PROVIDED DATA below:

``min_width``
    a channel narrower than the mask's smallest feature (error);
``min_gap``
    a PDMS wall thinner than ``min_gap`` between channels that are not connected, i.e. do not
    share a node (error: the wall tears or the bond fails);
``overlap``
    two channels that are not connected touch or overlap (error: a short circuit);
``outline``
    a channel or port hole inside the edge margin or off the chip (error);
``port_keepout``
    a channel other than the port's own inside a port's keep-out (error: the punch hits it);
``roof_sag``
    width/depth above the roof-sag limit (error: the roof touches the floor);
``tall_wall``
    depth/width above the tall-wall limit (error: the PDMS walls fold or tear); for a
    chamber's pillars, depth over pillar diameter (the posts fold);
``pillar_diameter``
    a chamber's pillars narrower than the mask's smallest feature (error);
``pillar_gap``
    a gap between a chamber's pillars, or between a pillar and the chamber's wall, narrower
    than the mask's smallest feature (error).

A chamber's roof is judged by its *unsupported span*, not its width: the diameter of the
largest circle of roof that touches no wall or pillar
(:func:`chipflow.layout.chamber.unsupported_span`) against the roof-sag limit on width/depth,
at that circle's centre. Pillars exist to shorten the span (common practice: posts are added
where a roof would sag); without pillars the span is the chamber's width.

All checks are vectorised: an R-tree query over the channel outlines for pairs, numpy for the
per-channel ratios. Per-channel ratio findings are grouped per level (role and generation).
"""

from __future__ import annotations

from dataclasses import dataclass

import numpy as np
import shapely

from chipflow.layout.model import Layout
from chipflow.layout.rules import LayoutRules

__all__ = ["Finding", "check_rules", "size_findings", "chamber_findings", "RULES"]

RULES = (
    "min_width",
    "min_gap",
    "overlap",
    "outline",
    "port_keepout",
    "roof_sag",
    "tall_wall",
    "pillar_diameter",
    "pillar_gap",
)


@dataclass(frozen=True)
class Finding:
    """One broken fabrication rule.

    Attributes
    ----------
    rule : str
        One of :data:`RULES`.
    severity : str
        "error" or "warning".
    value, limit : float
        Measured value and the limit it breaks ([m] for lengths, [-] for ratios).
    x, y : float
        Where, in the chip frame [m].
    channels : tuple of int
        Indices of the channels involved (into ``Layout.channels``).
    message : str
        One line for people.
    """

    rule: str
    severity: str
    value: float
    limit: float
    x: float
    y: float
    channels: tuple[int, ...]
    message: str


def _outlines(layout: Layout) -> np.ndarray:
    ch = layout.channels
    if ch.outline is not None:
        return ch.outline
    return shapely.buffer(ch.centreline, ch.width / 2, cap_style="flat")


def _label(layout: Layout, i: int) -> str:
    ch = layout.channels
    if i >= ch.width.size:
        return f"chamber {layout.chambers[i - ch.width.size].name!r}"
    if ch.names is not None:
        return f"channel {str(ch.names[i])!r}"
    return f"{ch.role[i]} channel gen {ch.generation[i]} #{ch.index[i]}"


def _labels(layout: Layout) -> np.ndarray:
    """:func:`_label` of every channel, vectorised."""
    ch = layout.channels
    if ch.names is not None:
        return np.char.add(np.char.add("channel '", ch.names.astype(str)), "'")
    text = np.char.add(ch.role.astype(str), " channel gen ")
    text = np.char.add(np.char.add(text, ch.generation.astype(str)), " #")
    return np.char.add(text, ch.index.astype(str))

End of PROVIDED DATA.

[HOW TO COMPLETE THIS TASK]: The exact wording of every entry above should be written out again.

[OUTPUT FOR THIS TASK]:
``min_width``
    a channel narrower than the mask's smallest feature (error);
``min_gap``
    a PDMS wall thinner than ``min_gap`` between channels that are not connected, i.e. do not
    share a node (error: the wall tears or the bond fails);
``overlap``
    two channels that are not connected touch or overlap (error: a short circuit);
``outline``
    a channel or port hole inside the edge margin or off the chip (error);
``port_keepout``
    a channel other than the port's own inside a port's keep-out (error: the punch hits it);
``roof_sag``
    width/depth above the roof-sag limit (error: the roof touches the floor);
``tall_wall``
    depth/width above the tall-wall limit (error: the PDMS walls fold or tear); for a
    chamber's pillars, depth over pillar diameter (the posts fold);
``pillar_diameter``
    a chamber's pillars narrower than the mask's smallest feature (error);
``pillar_gap``
    a gap between a chamber's pillars, or between a pillar and the chamber's wall, narrower
    than the mask's smallest feature (error).

A chamber's roof is judged by its *unsupported span*, not its width: the diameter of the
largest circle of roof that touches no wall or pillar
(:func:`chipflow.layout.chamber.unsupported_span`) against the roof-sag limit on width/depth,
at that circle's centre. Pillars exist to shorten the span (common practice: posts are added
where a roof would sag); without pillars the span is the chamber's width.

All checks are vectorised: an R-tree query over the channel outlines for pairs, numpy for the
per-channel ratios. Per-channel ratio findings are grouped per level (role and generation).
"""

from __future__ import annotations

from dataclasses import dataclass

import numpy as np
import shapely

from chipflow.layout.model import Layout
from chipflow.layout.rules import LayoutRules

__all__ = ["Finding", "check_rules", "size_findings", "chamber_findings", "RULES"]

RULES = (
    "min_width",
    "min_gap",
    "overlap",
    "outline",
    "port_keepout",
    "roof_sag",
    "tall_wall",
    "pillar_diameter",
    "pillar_gap",
)


@dataclass(frozen=True)
class Finding:
    """One broken fabrication rule.

    Attributes
    ----------
    rule : str
        One of :data:`RULES`.
    severity : str
        "error" or "warning".
    value, limit : float
        Measured value and the limit it breaks ([m] for lengths, [-] for ratios).
    x, y : float
        Where, in the chip frame [m].
    channels : tuple of int
        Indices of the channels involved (into ``Layout.channels``).
    message : str
        One line for people.
    """

    rule: str
    severity: str
    value: float
    limit: float
    x: float
    y: float
    channels: tuple[int, ...]
    message: str


def _outlines(layout: Layout) -> np.ndarray:
    ch = layout.channels
    if ch.outline is not None:
        return ch.outline
    return shapely.buffer(ch.centreline, ch.width / 2, cap_style="flat")


def _label(layout: Layout, i: int) -> str:
    ch = layout.channels
    if i >= ch.width.size:
        return f"chamber {layout.chambers[i - ch.width.size].name!r}"
    if ch.names is not None:
        return f"channel {str(ch.names[i])!r}"
    return f"{ch.role[i]} channel gen {ch.generation[i]} #{ch.index[i]}"


def _labels(layout: Layout) -> np.ndarray:
    """:func:`_label` of every channel, vectorised."""
    ch = layout.channels
    if ch.names is not None:
        return np.char.add(np.char.add("channel '", ch.names.astype(str)), "'")
    text = np.char.add(ch.role.astype(str), " channel gen ")
    text = np.char.add(np.char.add(text, ch.generation.astype(str)), " #")
    return np.char.add(text, ch.index.astype(str))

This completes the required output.